Using 64K file descriptors seems to relieve the symptoms:

LimitNOFILE=65536
warner commented 1 year ago

https://github.com/endojs/endo/issues/1593 is the long-term fix for this, to either limit the bundle-source parallelism, and/or react to EMFILE by deferring the open() until some other FD has been closed.

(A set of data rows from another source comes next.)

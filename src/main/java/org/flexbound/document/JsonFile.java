package org.flexbound.document;

import java.io.IOException;
import java.nio.charset.CharacterCodingException;
import java.nio.charset.StandardCharsets;
import java.nio.file.Files;
import java.nio.file.Path;
import java.util.ArrayList;
import java.util.LinkedHashMap;
import java.util.List;
import java.util.Map;
import org.flexbound.finding.Findings;
import org.flexbound.finding.Outcome;
import org.flexbound.finding.Where;
import tools.jackson.core.JacksonException;
import tools.jackson.core.JsonParser;
import tools.jackson.core.JsonToken;
import tools.jackson.core.ObjectReadContext;
import tools.jackson.core.StreamReadFeature;
import tools.jackson.core.json.JsonFactory;

/** Reads a JSON file (RFC 8259, UTF-8) into values that know their line and JSON pointer. */
public final class JsonFile {
  private static final JsonFactory FACTORY =
      JsonFactory.builder().enable(StreamReadFeature.STRICT_DUPLICATE_DETECTION).build();

  private final String name;

  private JsonFile(String name) {
    this.name = name;
  }

  /**
   * Reads a file.
   *
   * @param file where it lies
   * @param shownName its name in messages
   * @return the value, or the findings that say why there is none
   */
  public static Outcome<Json> read(Path file, String shownName) {
    Findings findings = new Findings();
    Where whole = Where.file(shownName);
    if (!Files.exists(file)) {
      findings.add(DocumentFinding.MISSING, whole, "there is no such file");
      return Outcome.none(findings.list());
    }
    if (!Files.isRegularFile(file)) {
      findings.add(DocumentFinding.UNREADABLE, whole, "found a folder; expected a JSON file");
      return Outcome.none(findings.list());
    }
    String text;
    try {
      text = Files.readString(file, StandardCharsets.UTF_8);
    } catch (CharacterCodingException notUtf8) {
      findings.add(
          DocumentFinding.UNREADABLE, whole, "found bytes that are not UTF-8; expected JSON");
      return Outcome.none(findings.list());
    } catch (IOException refused) {
      throw new java.io.UncheckedIOException(refused);
    }
    return parse(text, shownName);
  }

  /**
   * Reads a text.
   *
   * @param text the JSON text
   * @param shownName the file's name in messages
   * @return the value, or the findings that say why there is none
   */
  public static Outcome<Json> parse(String text, String shownName) {
    Findings findings = new Findings();
    String body = text.startsWith("\uFEFF") ? text.substring(1) : text;
    if (body.isBlank()) {
      findings.add(
          DocumentFinding.UNREADABLE, Where.file(shownName), "the file is empty; expected JSON");
      return Outcome.none(findings.list());
    }
    try (JsonParser parser = FACTORY.createParser(ObjectReadContext.empty(), body)) {
      parser.nextToken();
      Json value = new JsonFile(shownName).value(parser, "");
      if (parser.nextToken() != null) {
        findings.add(
            DocumentFinding.JSON_SYNTAX,
            Where.line(shownName, parser.currentTokenLocation().getLineNr()),
            "found more text after the end of the value; expected the end of the file");
      }
      return Outcome.of(value, findings.list());
    } catch (JacksonException broken) {
      int line = broken.getLocation() == null ? 1 : Math.max(1, broken.getLocation().getLineNr());
      findings.add(
          DocumentFinding.JSON_SYNTAX, Where.line(shownName, line), broken.getOriginalMessage());
      return Outcome.none(findings.list());
    }
  }

  private Json value(JsonParser parser, String pointer) {
    JsonToken token = parser.currentToken();
    Where where = Where.json(name, pointer, parser.currentTokenLocation().getLineNr());
    return switch (token) {
      case START_OBJECT -> members(parser, pointer, where);
      case START_ARRAY -> items(parser, pointer, where);
      case VALUE_STRING -> new Json.Text(where, parser.getString());
      case VALUE_NUMBER_INT, VALUE_NUMBER_FLOAT ->
          new Json.Numeral(where, Double.parseDouble(parser.getString()));
      case VALUE_TRUE -> new Json.Truth(where, true);
      case VALUE_FALSE -> new Json.Truth(where, false);
      default -> new Json.Nothing(where);
    };
  }

  private Json members(JsonParser parser, String pointer, Where where) {
    Map<String, Json> members = new LinkedHashMap<>();
    while (parser.nextToken() != JsonToken.END_OBJECT) {
      String key = parser.currentName();
      parser.nextToken();
      members.put(key, value(parser, pointer + "/" + key.replace("~", "~0").replace("/", "~1")));
    }
    return new Json.Members(where, members);
  }

  private Json items(JsonParser parser, String pointer, Where where) {
    List<Json> items = new ArrayList<>();
    while (parser.nextToken() != JsonToken.END_ARRAY) {
      items.add(value(parser, pointer + "/" + items.size()));
    }
    return new Json.Items(where, items);
  }
}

kriskowal commented 1 year ago

I’ve landed a fix for https://github.com/endojs/endo/issues/1593 in Endo and this should be a thing of the past when we next sync Endo releases with Agoric SDK.

dckc commented 1 year ago

@kriskowal is this now a thing of the past? It's in the upgrade-11 release notes.

kriskowal commented 1 year ago

No, I have not yet successfully synced Endo with Agoric SDK. This is more likely to land in upgrade-12.

kriskowal commented 1 year ago

I believe this is now a thing of the past. Please reöpen if symptoms persist.